We are determined to do our bit to offer kids role models who are not just seen starring on television, but who are there with them every day, at school, in the home, in the community, working with them to build a fitter nation.
I note that the Labor Party will release their obesity policy today.
I welcome any contribution to this important issue however, it is important not to be simplistic on this complicated issue.
Labor’s policy is not the first “concerted federal effort to improve the general health and wellbeing of all Australians.”
As I have outlined, the Coalition is focussing on these issues.
However, we must remember that it was only 2 years ago that issues of underweight and pressure, particularly on girls, to be very thin, was the focus of public and media concern.
Thank you for listening to me speak today and giving me the chance to tell you about just some examples of what the Australian Government is doing to help prevent obesity.

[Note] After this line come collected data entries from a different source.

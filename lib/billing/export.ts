import 'server-only';
import { centsToDecimal, csvCell } from './csv';
import { int, select } from './db';
import { invoiceLabel, periodToDate } from './periods';
import { INVOICE_STATUS_LABEL, METHOD_LABEL } from './status';

export type ExportKind = 'invoices' | 'payments' | 'balances';

const line = (cells: string[]) => `${cells.join(',')}\r\n`;

/**
 * The accountant's exports for a month: invoices (with credit notes), payments received, or a
 * balance summary per member. Amounts are decimals in the co-op's currency.
 */
export async function buildCsv(coopId: number, kind: ExportKind, period: string): Promise<string> {
  const b = { coopId, period: periodToDate(period) };
  if (kind === 'invoices') {
    const rows = await select<Record<string, string | number | null>>(
      `SELECT i.kind, i.number, to_char(i.period, 'YYYY-MM') AS period, u.name, u.email, i.status, to_char(i.issued_at, 'YYYY-MM-DD') AS issued_on,
              to_char(i.due_on, 'YYYY-MM-DD') AS due_on, i.total_cents, i.paid_cents,
              CASE WHEN i.kind = 'invoice' AND i.status IN ('issued','partly-paid') THEN GREATEST(i.total_cents - i.paid_cents, 0) ELSE 0 END AS outstanding,
              o.number AS original_number, i.email_status
       FROM invoices i JOIN memberships m ON m.id = i.membership_id JOIN users u ON u.id = m.user_id LEFT JOIN invoices o ON o.id = i.credit_note_for_id
       WHERE i.coop_id = $coopId AND i.period = $period::date AND i.status <> 'draft' ORDER BY i.number`,
      b,
    );
    let out = line(['number', 'type', 'month', 'member', 'email', 'status', 'issued_on', 'due_on', 'total', 'paid', 'outstanding', 'cancels', 'email_status']);
    for (const r of rows) {
      const k = r.kind as 'invoice' | 'credit-note';
      out += line([
        csvCell(invoiceLabel(k, Number(r.number))), k === 'invoice' ? 'invoice' : 'credit note', csvCell(r.period as string), csvCell(r.name as string), csvCell(r.email as string),
        csvCell(INVOICE_STATUS_LABEL[String(r.status)] ?? String(r.status)), csvCell(r.issued_on as string), csvCell(r.due_on as string),
        centsToDecimal(int(r.total_cents)), centsToDecimal(int(r.paid_cents)), centsToDecimal(int(r.outstanding)),
        csvCell(r.original_number ? invoiceLabel('invoice', Number(r.original_number)) : ''), csvCell(r.email_status as string),
      ]);
    }
    return out;
  }
  if (kind === 'payments') {
    const rows = await select<Record<string, string | number | null>>(
      `SELECT p.id, to_char(p.received_on, 'YYYY-MM-DD') AS received_on, u.name, p.method, p.reference, i.number AS inv_number, i.kind AS inv_kind,
              p.amount_cents, p.applied_cents, p.credited_cents, p.unallocated_cents, p.refunded_cents, p.stripe_charge_id, p.note
       FROM payments p JOIN memberships m ON m.id = p.membership_id JOIN users u ON u.id = m.user_id LEFT JOIN invoices i ON i.id = p.invoice_id
       WHERE p.coop_id = $coopId AND p.period = $period::date ORDER BY p.received_on, p.id`,
      b,
    );
    let out = line(['payment_id', 'received_on', 'member', 'method', 'reference', 'invoice', 'amount', 'applied', 'held_as_credit', 'unmatched', 'refunded', 'card_charge', 'note']);
    for (const r of rows) {
      out += line([
        String(r.id), csvCell(r.received_on as string), csvCell(r.name as string), METHOD_LABEL[String(r.method)] ?? String(r.method), csvCell(r.reference as string | null),
        csvCell(r.inv_number ? invoiceLabel(r.inv_kind as 'invoice', Number(r.inv_number)) : ''),
        centsToDecimal(int(r.amount_cents)), centsToDecimal(int(r.applied_cents)), centsToDecimal(int(r.credited_cents)),
        centsToDecimal(int(r.unallocated_cents)), centsToDecimal(int(r.refunded_cents)), csvCell(r.stripe_charge_id as string | null), csvCell(r.note as string | null),
      ]);
    }
    return out;
  }
  const rows = await select<Record<string, string | number | null>>(
    `SELECT u.name, u.email, m.status,
       (SELECT COALESCE(SUM(total_cents), 0) FROM invoices i WHERE i.membership_id = m.id AND i.coop_id = $coopId AND i.period = $period::date AND i.kind = 'invoice' AND i.status NOT IN ('draft','void')) AS invoiced,
       (SELECT COALESCE(SUM(paid_cents), 0) FROM invoices i WHERE i.membership_id = m.id AND i.coop_id = $coopId AND i.period = $period::date AND i.kind = 'invoice' AND i.status NOT IN ('draft','void')) AS paid,
       (SELECT COALESCE(SUM(GREATEST(total_cents - paid_cents, 0)), 0) FROM invoices i WHERE i.membership_id = m.id AND i.coop_id = $coopId AND i.kind = 'invoice' AND i.status IN ('issued','partly-paid')) AS outstanding,
       (SELECT COALESCE(SUM(amount_cents), 0) FROM member_credits c WHERE c.membership_id = m.id AND c.coop_id = $coopId) AS credit,
       (SELECT COALESCE(SUM(unallocated_cents), 0) FROM payments p WHERE p.membership_id = m.id AND p.coop_id = $coopId) AS unmatched
     FROM memberships m JOIN users u ON u.id = m.user_id WHERE m.coop_id = $coopId ORDER BY lower(u.name), m.id`,
    b,
  );
  let out = line(['member', 'email', 'membership', 'invoiced_this_month', 'paid_on_this_month', 'outstanding_all_months', 'credit', 'unmatched_payments', 'balance_owed']);
  for (const r of rows) {
    const owed = int(r.outstanding) - int(r.credit) - int(r.unmatched);
    out += line([
      csvCell(r.name as string), csvCell(r.email as string), csvCell(r.status as string), centsToDecimal(int(r.invoiced)), centsToDecimal(int(r.paid)),
      centsToDecimal(int(r.outstanding)), centsToDecimal(int(r.credit)), centsToDecimal(int(r.unmatched)), centsToDecimal(owed),
    ]);
  }
  return out;
}

/** A CSV download with a safe file name. */
export function csvResponse(csv: string, filename: string): Response {
  const safe = filename.replace(/[^A-Za-z0-9._-]/g, '_');
  return new Response(`\uFEFF${csv}`, {
    headers: {
      'content-type': 'text/csv; charset=utf-8',
      'content-disposition': `attachment; filename="${safe}"`,
      'cache-control': 'private, no-store',
    },
  });
}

In my view, there are good opportunities for sporting organisations to work in partnership with us on this – especially as we continue to develop our National Agenda for Early Childhood and through the many projects we support in local schools and communities.
Sport has a very important role to play in the development of our children.
It teaches very valuable life lessons that will hold children in good stead throughout their lives.
Many of you would be aware that we fielded a Parliamentary Rugby team to play other international Parliamentary
Whilst I am still feeling the effects of the game against the French with 3 cracked ribs, I must say the camaraderie that I experienced not only with my Coalition colleagues, but with Labor and Democrat colleagues was a very new experience.
In this place it is not often that we mix with our Opposition.
However, it is sport that brought us together, it is sport that Australia is renowned for and it is sport that will help us to combat Australia’s growing childhood obesity problem to “Give Our Kids a Sporting Chance”.
Now, I understand I will take some questions and then I have to go to a meeting.
I am hoping to go to the cocktail party tonight so I hope to talk to you later.
Also here there are a couple of departmental officials if you have some specific Education or Health questions that I can’t answer, I am sure they will be able to help you out.